Gerald was by then on HMAS Warrego sailing out of Brindisi, Italy hunting subs and enemy ships in the Mediterranean. When Les suggested the boys get together over Christmas 1917 Gerald was on to it like a shot! Somehow he got leave and made his way from Brindisi to London via the Channel - 2,200 kilometres during the war! Not a bad effort.
And so the Smith boys were together again for one final Christmas in London, December, 1917.
Their priority mission was to get the photo to send back home to their mum Catherine in Richmond.
Imagine her excitement going to the letter box in Sherwood Street Richmond with the two girls to see her 3 boys together!
Here's Catherine with the two girls after the war - granddad has written "my best pals" on the top of the photo.
I hope that Percy, Leo and Gerald had the best of times in London and partied like it was their last Christmas together on earth. Because it was.
Les had been seriously wounded. He had a good job in England training machine gunners. He was part of the war effort. But his loyalty lay with his mates and brother.
On 10 March 1918 he rejoined the 10th Machine Gun Company on the Somme.
On 30 March 1918 my grandfather saw his brother Les shot and killed in action at Dernancourt, The Somme.

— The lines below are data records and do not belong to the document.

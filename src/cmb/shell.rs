//! The idealized finite-thickness last-scattering shell: analytic transfer functions
//! Delta^T_l(k) and Delta^E_l(k) for the bispectrum engine. This is a **model**, not the
//! full physics: no acoustic driving in T, no Doppler or ISW terms, no reionization, a
//! Gaussian visibility and a tight-coupling polarization source. It is the cheap,
//! controllable stand-in for the line-of-sight Boltzmann solver (same output type,
//! [`TransferTable`]).
//!
//! Conventions are those of [`crate::cmb::transfer`]: Delta^X_l(k) is the transfer from
//! the primordial potential Phi (P_Phi = (9/25) P_zeta) to a_lm, with
//! C^XY_l = (2/pi) Integral k^2 dk P_Phi(k) Delta^X_l(k) Delta^Y_l(k), dimensionless
//! Delta T / T; lengths in Mpc, wavenumbers in 1/Mpc.
//!
//! ## The shell
//! The visibility is replaced by a normalized Gaussian in comoving distance,
//!
//! ```text
//! W(chi) = exp[-(chi - chi_*)^2 / (2 sigma_chi^2)] / (sqrt(2 pi) sigma_chi),
//! ```
//!
//! centred on chi_*, the comoving distance to the visibility peak; by default
//! sigma_chi = FWHM / (2 sqrt(2 ln 2)) from the thermal history's visibility width.
//! sigma_chi = 0 is the zero-thickness limit W = delta(chi - chi_*).
//!
//! ## Temperature
//! The Sachs-Wolfe effect (Sachs & Wolfe 1967, ApJ 147, 73): on large scales
//! Delta T / T = -Phi / 3 for the potential Phi in matter domination (the sign convention
//! of Komatsu & Spergel 2001, PRD 63, 063002). With diffusion damping,
//!
//! ```text
//! Delta^T_l(k) = S D(k) Integral dchi W(chi) j_l(k chi),   S = -1/3,   D(k) = exp[-(k/k_D)^2].
//! ```
//!
//! The damping factor multiplies the **amplitude**, as the photon perturbations decay
//! as exp(-k^2/k_D^2) with the k_D of [`crate::cmb::thermal`] (Kaiser 1983, MNRAS 202,
//! 1169; Zaldarriaga & Harari 1995, PRD 52, 3276; Hu & White 1997, ApJ 479, 568), so
//! that power falls as C_l ~ exp[-2 (k/k_D)^2] ~ exp[-2 l^2 / (k_D chi_*)^2]. Damping can
//! be switched off.
//!
//! Check (zero thickness, no damping, n_s = 1, P_Phi = (9/25) 2 pi^2 A_s / k^3):
//! C_l = (2/pi) (9/25) 2 pi^2 A_s (1/9) Integral dk/k j_l(k chi_*)^2 and
//! Integral_0^inf dx/x j_l(x)^2 = 1 / (2 l (l+1)) (the Weber-Schafheitlin integral of
//! J_{l+1/2}^2 / x^2; Abramowitz & Stegun 11.4.33, equation number from memory), so
//! l (l+1) C_l / (2 pi) = A_s / 25, the Sachs-Wolfe plateau.
//!
//! ## E polarization (a model)
//! 1. **Dipole.** The tight-coupled photon-baryon fluid in matter domination with constant
//!    potentials oscillates about the Sachs-Wolfe value: the effective temperature is
//!    Theta_0 + Psi = S Phi cos(k r_s), r_s the comoving sound horizon. Photon
//!    continuity, Theta_0' = -k Theta_1 (Ma & Bertschinger 1995, ApJ 455, 7, eq. 63 with
//!    F_gamma = 4 Theta, constant potentials, r_s' = c_s), gives the dipole
//!
//!    ```text
//!    Theta_1 = S Phi c_s sin(k r_s),     c_s = 1 / sqrt(3 (1 + R_*)).
//!    ```
//!
//!    (The baryon-loaded amplitude (1 + 3R)/3 and the radiation driving are left out:
//!    the amplitude stays the Sachs-Wolfe one, as for T.)
//! 2. **Quadrupole and polarization in tight coupling** (Kaiser 1983; Zaldarriaga &
//!    Harari 1995; Hu & White 1997). To first order in k / tau', the Thomson collision
//!    terms of the l = 2 temperature and the l = 0, 2 polarization hierarchies of
//!    Ma & Bertschinger (1995, eqs. 63-64) balance the streaming source:
//!    G_0 = Pi / 2, G_2 = Pi / 10 and F_2 = (32/45) theta_gamma / tau' (16/27 without
//!    polarization: the polarization-corrected coefficient, the same physics that turns
//!    4/5 into 16/15 in k_D). With theta_gamma = 3 k Theta_1 this is
//!
//!    ```text
//!    Pi = Theta_2 + Theta_P0 + Theta_P2 = (5/2) Theta_2 = (4/3) (k / tau') Theta_1,
//!    ```
//!
//!    tau' = n_e sigma_T a the opacity (1/Mpc).
//! 3. **Projection.** The E-mode line-of-sight integral (Seljak & Zaldarriaga 1996, ApJ
//!    469, 437; Zaldarriaga & Seljak 1997, PRD 55, 1830, whose E sign convention this
//!    follows) is Delta^E_l = sqrt((l+2)!/(l-2)!) Integral d eta g(eta) (3/4) Pi
//!    j_l(x)/x^2, x = k (eta_0 - eta). The model replaces g by W, evaluates tau' at the
//!    visibility peak (tau'_*), and applies the same damping D(k):
//!
//!    ```text
//!    Delta^E_l(k) = S c_s (k / tau'_*) sin(k r_s) D(k) sqrt((l+2)(l+1) l (l-1))
//!                   Integral dchi W(chi) j_l(k chi) / (k chi)^2.
//!    ```
//!
//! Left out: the variation of tau' across the visibility (which really sets the
//! polarization amplitude, through the width of last scattering), baryon loading and
//! driving of the amplitude, the reionization bump, and any exact damping shape.
//! C^TE is the cross of the two transfers; since T carries no acoustic oscillation, it
//! follows sin(k r_s) rather than the true sin(k r_s) cos(k r_s). Measured with the
//! Planck 2018 defaults: D^EE_l peaks at l = 1031 at 0.053 of D^TT_10 (the real sky: ~0.05
//! of its plateau near l ~ 1000, from memory) — an order-of-magnitude model.
//!
//! ## Numerics
//! **k grid** ([`KGridSpec`], [`KGrid`]). Gauss-Legendre panels of width
//! pi / (chi_* + 6 sigma_chi), one half-period of j_l(k chi) at the far side of the shell,
//! from k = 0 to k_max, `nodes_per_panel` (default 5) nodes each: the node spacing is
//! about pi / (5 chi_*). k_max is the first of:
//! - damping on: min(5 k_D, k_thick): beyond 5 k_D the amplitude is below e^-25;
//! - damping off: min(k_thick, max(2 (l_max + 1/2) / chi_*, 0.4 / Mpc)),
//!
//! with k_thick = sqrt(((l_max + 1/2)/chi_*)^2 + (6 / sigma_chi)^2): a Gaussian shell
//! suppresses the radial wavenumber k_r = sqrt(k^2 - nu^2/chi^2) as exp(-k_r^2 sigma^2/2),
//! e^-18 at k_r sigma = 6. Only zero (or tiny) thickness without damping is truncated
//! ([`KCutoff::Multipole`]): its C_l misses the fraction 1 - sqrt(1 - nu^2/(k_max chi_*)^2)
//! (from the j_l envelope), 13% at l = l_max for k_max = 2 l_max / chi_*.
//!
//! Measured (tests below): zero thickness, no damping, n_s = 1, k_max = 30 (l_max + 1/2) /
//! chi_*: l (l+1) C_l / 2pi = A_s/25 to 1.7e-6 for l <= 30 and to the truncation estimate
//! (5.6e-4 at l = 1000) within 2e-8 for 30 <= l <= 1000. Default shell, l <= 1500:
//! 5 -> 8 nodes per panel changes C^TT and C^EE by <= 1.4e-6, 5 k_D -> 7 k_D and
//! 6/sigma -> 9/sigma by <= 1e-8. With damping the spectrum follows the envelope
//! estimate of the damping (see `damping_tail`) to 5e-6 for l <= 3000.
//!
//! Memory of a table: 16 n_k (l_max + 1) bytes (T and E); the default shell at
//! l_max = 5000 has n_k = 11 490 (k_max = 0.516/Mpc, set by the thickness): 0.92 GB.
//! [`ShellModel::spectra`] streams over k instead (l_max = 5000 in ~5 s of one core).
//!
//! **Radial (chi) quadrature.** sigma_chi = 0: the single node chi_*. Otherwise
//! Gauss-Legendre on chi_* +- 6 sigma_chi with
//! n(k) = ceil(theta/2 + 24 + 3 theta^(1/3)) nodes, theta = 6 k sigma_chi (the phase of
//! j_l(k chi) across the half-width; the Legendre degree needed for exp(i theta x) is
//! theta + O(theta^(1/3)), and 24 nodes carry the Gaussian's own bandwidth to ~1e-14),
//! taken from a precomputed ladder of rules (nothing is built in the loop), weights
//! W(chi_i) w_i renormalized to sum 1. Measured against three times as many nodes for
//! sigma_chi = 16, 100, 500 Mpc and 1e-3 <= k <= 0.8/Mpc: <= 3e-13 of the envelopes
//! 1/(k chi_*) (T) and sqrt((l+2)!/(l-2)!)/(k chi_*)^3 (E).
//!
//! Per (k, chi node) one call of [`sph_bessel_all_l`], up to l_top = x + 16 x^(1/3) + 16
//! (x = k chi; above it j_l(x) < 1e-24 of its envelope and the row is zero), parallel over
//! k with rayon, no allocation inside the k loop.
//!
//! **Radial grid for the bispectrum** ([`ShellModel::radial_grid`], [`RadialGridSpec`]).
//! Measured with the bispectrum engine's reduced bispectra (TTT, EEE, TTE; local and
//! equilateral; triangles from (10,10,10) to (l_max, l_max, l_max) and squeezed ones)
//! against grids 3-4 times denser and wider: default shell, l_max = 500 and 2000: 258
//! and 264 nodes, worst 1.2e-8 (local) and 6.2e-6 (equilateral, at (10,10,10)); with 4
//! instead of 6 nodes per panel 1.7e-6 / 5.8e-4 (l_max = 500) and 1.3e-5 / 4.5e-3
//! (2000); without the outer panels 2e-5 (local) but a factor 3 off for the broad
//! equilateral (10,10,10). Zero thickness without damping against the
//! Sachs-Wolfe limit b = -6 (C_l1 C_l2 + 2 perms) (Komatsu & Spergel 2001), l <= 100,
//! k_max = 0.1/Mpc: 312 nodes, worst 4.6e-4 (the finite width of the kernel).

use rayon::prelude::*;
use serde::Serialize;
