"""The polarized path of :func:`lamina.solve` (``stokes=3`` or ``4``): plan, block, describe.

Everything that the Stokes-vector solve needs beyond the scalar pipeline, kept in one step
module so that the scalar path is untouched: :func:`check_polarized` refuses what the
vector kernel does not do yet, :func:`polarized_plan` adds the scattering matrix to the
blocks' inputs and the ``stokes`` dim to ``radiance``, :func:`solve_polarized` is the
block's solve step with the vector kernel (``lamina._kernel.vector_driver``: Siewert 2000;
de Haan, Bosma and Hovenier 1987; the driver runs prepare, scale, the direct beam and pack
as for the scalar path), and
:func:`describe_polarized` labels the components and adds ``degree_of_polarization`` and
``angle_of_linear_polarization``.

Delta-M scales every element by the alpha1 truncation f of the layer (the forward delta is
f times the identity matrix): alpha_i' = (alpha_i - f) / (1 - f) for alpha1 and alpha4 (all
l) and alpha2, alpha3 (l >= 2), beta_i' = beta_i / (1 - f) (DEVELOPERS.md,
"Polarization"). alpha1' is the scalar step's scaled ``phase_moments`` itself, so a layer
that the backward-peak rule keeps unscaled (f = 0, Cesaro means of alpha1) keeps its other
elements cut to the streams.

The single-scattering correction (TMS) uses the exact matrix: the singly scattered Stokes
vector of the unpolarized beam is F11 and F12 turned from the scattering plane onto each
view's meridian plane. I takes the scalar corrections in the driver (alpha1 is the scalar
phase function, so they are the same), Q and U are corrected here. The aureole
correction's light (the beam scattered several times inside the forward peak) is added to
I only, as unpolarized: near the forward direction the scattering matrix of spheres tends
to F11 times the identity (F12 -> 0, F22, F33, F44 -> F11; Hovenier, van der Mee and Domke
2004, ch. 2), so the peak leaves the unpolarized beam unpolarized (an approximation for
non-spherical particles). Thermal emission (``wavenumber_band`` or ``wavenumber``) is
unpolarized: the layers' Planck source in I (the kernel's linear-in-depth particular
solution) and the Lambertian surface's (1 - A) B_surface in I. Not yet with ``stokes`` > 1
(ValueError naming the option): a bidirectional surface. The Fourier series stops as the scalar one
does (``fourier_tolerance`` relative to every component of every output Stokes vector,
``max_fourier_terms``; fluxes alone, or no beam, take term 0 only).
"""

from __future__ import annotations

import dataclasses

import numpy as np
import xarray as xr

from lamina import _kernel
from lamina._cf import cf_encode
from lamina._kernel.vector_driver import VECTOR_STATUS_NAMES, solve_vector_columns
from lamina._solver.common import (
    Block,
    BlockSettings,
    Fields,
    Layers,
    Options,
    SolverError,
    SurfaceArrays,
    ThermalSources,
    Views,
    scattering_cosines,
)
from lamina.polarization import generalized_spherical_functions
from lamina.quadrature import double_gauss

#: Component labels of the ``stokes`` dim.
STOKES_LABELS = ("I", "Q", "U", "V")
#: Labels of the atmosphere's ``element`` dim (lamina.polarization.ELEMENTS).
_MATRIX = "scattering_matrix_moments"


def check_stokes(stokes: object) -> int:
    """``stokes`` as 1, 3 or 4."""
    if isinstance(stokes, bool) or not isinstance(stokes, int | np.integer) \
            or int(stokes) not in (1, 3, 4):
        raise ValueError(f"stokes must be 1 (I), 3 (I, Q, U) or 4 (I, Q, U, V); got {stokes!r}")
    return int(stokes)


def check_polarized(options: Options, sources: ThermalSources,
                    surface: SurfaceArrays | None, spherical: bool = False) -> None:
    """ValueError for what the vector path does not do yet (module docstring)."""
    refused = [
        (surface is not None, "a bidirectional surface", "use surface_albedo"),
        (spherical, "planet_radius (the pseudo-spherical beam)",
         "solve plane-parallel"),
        (options.views.per_pixel, "per-pixel view angles",
         "give view_zenith and view_azimuth as lists"),
    ]
    for wrong, what, hint in refused:
        if wrong:
            raise ValueError(f"stokes > 1 does not support {what} yet; {hint} (or stokes=1)")


def _matrix(atmosphere: xr.Dataset) -> xr.DataArray:
    """The atmosphere's scattering matrix, or alpha1 = phase_moments alone (unpolarizing)."""
    if _MATRIX in atmosphere:
        return atmosphere[_MATRIX]
    moments = atmosphere["phase_moments"]
    zero = xr.zeros_like(moments)
    return xr.concat([moments] + [zero] * 5, dim="element").transpose(..., "element")


def polarized_plan(plan, atmosphere: xr.Dataset, stokes: int):
    """The scalar plan with the matrix as one more input and ``stokes`` on the radiance."""
    matrix = _matrix(atmosphere)
    core = ["layer", "moment", "element"]
    if matrix.chunks is not None:
        matrix = matrix.chunk({dim: -1 for dim in core})
    output_core_dims = [
        [*dims, "stokes"] if name == "radiance" else dims
        for name, dims in zip(plan.output_names, plan.output_core_dims, strict=True)
    ]
    return dataclasses.replace(
        plan, inputs=[*plan.inputs, matrix], input_core_dims=[*plan.input_core_dims, core],
        output_core_dims=output_core_dims, output_sizes={**plan.output_sizes, "stokes": stokes},
        settings=dataclasses.replace(plan.settings, stokes=stokes),
    )


def _scaled_matrix(matrix: np.ndarray, layers: Layers, streams: int) -> np.ndarray:
    """Delta-M of every element (module docstring), cut to ``streams`` moments."""
    ncol, nlayer = layers.optical_depth.shape
    scaled = np.zeros((ncol, nlayer, streams, 6))
    used = min(streams, matrix.shape[-2])
    scaled[:, :, :used] = matrix[:, :, :used]
    f = layers.truncation[:, :, None]
    keep = 1.0 - f
    degree = np.arange(streams)[None, None, :]
    scaled[..., 3] = (scaled[..., 3] - f) / keep
    for element in (1, 2):
        scaled[..., element] = np.where(degree >= 2, (scaled[..., element] - f) / keep, 0.0)
    scaled[..., 4:] = scaled[..., 4:] / keep[..., None]
    scaled[..., 0] = layers.phase_moments
    return np.ascontiguousarray(scaled)


def solve_polarized(block: Block, layers: Layers, matrix: np.ndarray,
                    settings: BlockSettings) -> Fields:
    """The vector kernel's fields of the (scaled) problem at the output positions.

    ``matrix`` is the block's scattering matrix as given (leading axes, layer, moment,
    element); ``layers`` the scalar scale step's output, whose truncation f scales it.
    """
    ncol, nlayer = block.optical_depth.shape
    matrix = np.broadcast_to(matrix, (*block.lead, *matrix.shape[-3:])).reshape(
        ncol, nlayer, *matrix.shape[-2:])
    scaled = _scaled_matrix(matrix, layers, settings.streams)
    fields = _solve(block, layers, scaled, settings)
    if settings.views.wanted and settings.single_scattering_correction:
        fields.radiance = fields.radiance + _single_scattering_correction(
            block, layers, matrix, scaled, settings)
    return fields


def _meridian_rotation(mu0: np.ndarray, views: Views) -> tuple[np.ndarray, np.ndarray]:
    """cos 2 alpha, sin 2 alpha that turn the scattering plane onto each view's meridian plane.

    With the beam k_in = (sin theta0, 0, -mu0) and the view k_out (up and down), the
    scattering plane's r is n = k_in x k_out / |k_in x k_out| and its l is k_out x n; alpha
    is the angle from the meridian plane's l = e_theta toward r = -e_phi to it (Hovenier, van
    der Mee and Domke 2004, section 2.3, in the vector form of
    tests/polarized_references.phase_matrix). Where k_out is parallel to k_in the plane is
    undefined and F12 = 0 there; alpha = 0 is taken. Shapes (column, sun, 2, vz, va).
    """
    sin0 = np.sqrt(1.0 - mu0**2)[:, :, None, None, None]
    k_in = np.stack(np.broadcast_arrays(sin0, 0.0 * sin0, -mu0[:, :, None, None, None]), -1)
    sign = np.array([1.0, -1.0])[None, None, :, None, None]
    u = sign * views.cosines[None, None, None, :, None]
    s = np.sqrt(np.clip(1.0 - u**2, 0.0, None))
    phi = views.azimuth_radians[None, None, None, None, :]
    k_out = np.stack(np.broadcast_arrays(s * np.cos(phi), s * np.sin(phi), u), -1)
    ell = np.stack(np.broadcast_arrays(u * np.cos(phi), u * np.sin(phi), -s), -1)
    k_in, k_out, ell = np.broadcast_arrays(k_in, k_out, ell)
    normal = np.cross(k_in, k_out)
    size = np.linalg.norm(normal, axis=-1, keepdims=True)
    normal = np.divide(normal, size, out=np.zeros_like(normal), where=size > 1e-12)
    ell_plane = np.cross(k_out, normal)
    alpha = np.arctan2(np.sum(ell * normal, -1), np.sum(ell * ell_plane, -1))
    alpha = np.where(size[..., 0] > 1e-12, alpha, 0.0)
    return np.cos(2.0 * alpha), np.sin(2.0 * alpha)


def _single_scattering_correction(block: Block, layers: Layers, matrix: np.ndarray,
                                  scaled: np.ndarray, settings: BlockSettings) -> np.ndarray:
    """Exact minus truncated singly scattered Q and U (TMS, Nakajima and Tanaka 1988).

    The scalar step's correction (``corrections``) for the polarized components: an
    unpolarized beam scattered once is Z e1 = L(alpha) (F11, F12, 0, 0) = (F11, cos 2a F12,
    -sin 2a F12, 0), so Q and U take w F12 turned by the meridian rotation, V nothing (I,
    w F11, is the scalar correction's, made by the driver). The exact value uses every
    moment with the scaled optical depth and the albedo w / (1 - w f), the truncated one
    (already in the discrete-ordinates solution) the scaled albedo and matrix. Returns
    (column, sun, position, direction, vz, va, stokes), 0 for I and V.
    """
    views, positions = settings.views, settings.positions
    albedo, albedo_s = block.single_scattering_albedo, layers.single_scattering_albedo
    mu0 = block.beam_cosines
    ncol, nsun = mu0.shape
    cosine = scattering_cosines(mu0, views)                      # (col, sun, 2, vz, va)
    remaining = 1.0 - albedo * layers.truncation
    albedo_exact = np.divide(albedo, remaining, out=np.zeros_like(albedo),
                             where=remaining > 0.0)
    terms = max(matrix.shape[-2], scaled.shape[-2])
    weight = 2.0 * np.arange(terms) + 1.0
    difference = np.zeros((ncol, albedo.shape[1], terms))
    difference[..., :matrix.shape[-2]] = albedo_exact[..., None] * matrix[..., 4]
    difference[..., :scaled.shape[-2]] -= albedo_s[..., None] * scaled[..., 4]
    # lamina's expansion is in P^l_mn = i^(n-m) d^l_mn: F12 = sum (2l+1) beta1 P^l_02
    table = generalized_spherical_functions(0, 2, cosine.reshape(ncol, -1), terms)
    f12 = np.einsum("cln,ckn->clk", difference * weight, table,
                    optimize=False).reshape(ncol, -1, *cosine.shape[1:])
    cos2, sin2 = _meridian_rotation(mu0, views)
    parts = {1: cos2[:, None] * f12, 2: -sin2[:, None] * f12}
    correction = np.zeros((ncol, nsun, positions.layer.size, 2, views.cosines.size,
                           views.azimuth.size, settings.stokes))
    tau_s = layers.optical_depth
    for component, weighted in parts.items():
        out = np.zeros(correction.shape[:-1])
        _kernel.single_scattering(
            tau_s, np.ones_like(tau_s), np.ascontiguousarray(weighted), mu0,
            np.ascontiguousarray(block.sun_irradiance, dtype=np.float64), positions.layer,
            positions.fraction, np.ascontiguousarray(views.cosines), 1.0, out)
        correction[..., component] = out
    return correction


def _solve(block: Block, layers: Layers, matrix: np.ndarray, settings: BlockSettings) -> Fields:
    """The kernel's fields at the output positions."""
    mu, weights = double_gauss(settings.streams)
    views, stokes = settings.views, settings.stokes
    ncol, nsun = block.beam_cosines.shape
    nlev, n = layers.optical_depth.shape[1] + 1, settings.streams // 2
    positions = settings.positions
    npos = positions.layer.size
    cosines = np.ascontiguousarray(views.cosines) if views.wanted else np.zeros(0)
    azimuth = np.ascontiguousarray(views.azimuth_radians) if views.wanted else np.zeros(1)
    quadrature = np.empty((ncol, nsun, nlev, 2, n, azimuth.size, stokes))
    radiance = np.empty((ncol, nsun, npos, 2, cosines.size, azimuth.size, stokes))
    flux_up, flux_down, mean = (np.empty((ncol, nsun, npos)) for _ in range(3))
    status = np.empty((ncol, 4), dtype=np.int64)
    terms = np.empty(ncol, dtype=np.int64)
    # fluxes alone need the azimuthal average only (as in the scalar kernel)
    max_terms = settings.max_fourier_terms if views.wanted else 1
    solve_vector_columns(
        layers.optical_depth, np.ascontiguousarray(layers.single_scattering_albedo), matrix,
        block.beam_cosines, np.ascontiguousarray(block.sun_irradiance, dtype=np.float64),
        np.ascontiguousarray(block.surface_albedo, dtype=np.float64),
        np.ascontiguousarray(block.top_diffuse_radiance, dtype=np.float64),
        np.ascontiguousarray(block.planck_levels, dtype=np.float64),
        np.ascontiguousarray(block.planck_surface, dtype=np.float64), settings.thermal,
        mu, weights,
        azimuth, cosines, np.ascontiguousarray(positions.layer, dtype=np.intp),
        np.ascontiguousarray(positions.fraction, dtype=np.float64), stokes, max_terms,
        settings.fourier_tolerance, quadrature, radiance, flux_up, flux_down, mean, terms,
        status)
    failed = np.flatnonzero(status[:, 0])
    if failed.size:
        code, layer, term, info = status[failed[0]]
        raise SolverError(
            f"the vector solver failed in column {failed[0]} of this block (layer {layer}, "
            f"Fourier term {term}): {VECTOR_STATUS_NAMES.get(int(code), 'unknown failure')}"
            f" (LAPACK info {info})")
    return Fields(flux_up=flux_up, flux_down_diffuse=flux_down, mean_intensity=mean,
                  radiance=radiance, fourier_terms=terms)


def describe_polarized(out: xr.Dataset, stokes: int) -> xr.Dataset:
    """Component labels, degree and angle of polarization, and their descriptions."""
    out.attrs["stokes"] = stokes
    if "radiance" not in out:
        return cf_encode(out)
    out = out.assign_coords(stokes=list(STOKES_LABELS[:stokes]))
    out["stokes"].attrs = {
        "long_name": "Stokes component: Q and U referred to the meridian plane of the "
                     "direction of propagation, Q > 0 parallel to it (DEVELOPERS.md, "
                     "Polarization)"}
    radiance = out["radiance"]
    intensity = radiance.sel(stokes="I", drop=True)
    polarized = sum(radiance.sel(stokes=label, drop=True) ** 2
                    for label in STOKES_LABELS[1:stokes])
    safe = xr.where(intensity > 0.0, intensity, 1.0)
    out["degree_of_polarization"] = xr.where(intensity > 0.0, np.sqrt(polarized) / safe, 0.0)
    out["degree_of_polarization"].attrs = {
        "long_name": "degree of polarization sqrt(Q^2 + U^2 (+ V^2)) / I (0 where I = 0)",
        "units": "1"}
    angle = 0.5 * np.degrees(np.arctan2(radiance.sel(stokes="U", drop=True),
                                        radiance.sel(stokes="Q", drop=True)))
    out["angle_of_linear_polarization"] = angle
    out["angle_of_linear_polarization"].attrs = {
        "long_name": "angle of linear polarization (1/2) atan2(U, Q) from the meridian "
                     "plane toward r = -e_phi", "units": "degree"}
    return cf_encode(out)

There wasn't much to send home.
His effects were boxed and placed on the Barunga, formerly the German liner Sumatra which was captured by the Royal Australian Navy in Sydney Harbour at the start of the war. Gerald Smith was there when she was captured and put into service for Australia.
He was also there on the Mediterranean Sea when a German submarine torpedoed her and sent the ship and his brothers earthly effects to the bottom of the sea.
I wonder if Catherine knew the little trinkets left to her by her son were on Barunga when she read about her sinking?
There was no homecoming for the dead in World War One.
Grieving mothers were asked to pay for a copy of the gazette entry recording the headstone details of their dead boys.
But a mother's love for her son never dies.
When the Australian men came home the official historian Charles Bean's first order of duty was to oversee the creation of an Australian War Memorial in Canberra.
Today, new generations of Smiths can see the name of 119 Smith, Leslie John in bronze on the Roll of Honour.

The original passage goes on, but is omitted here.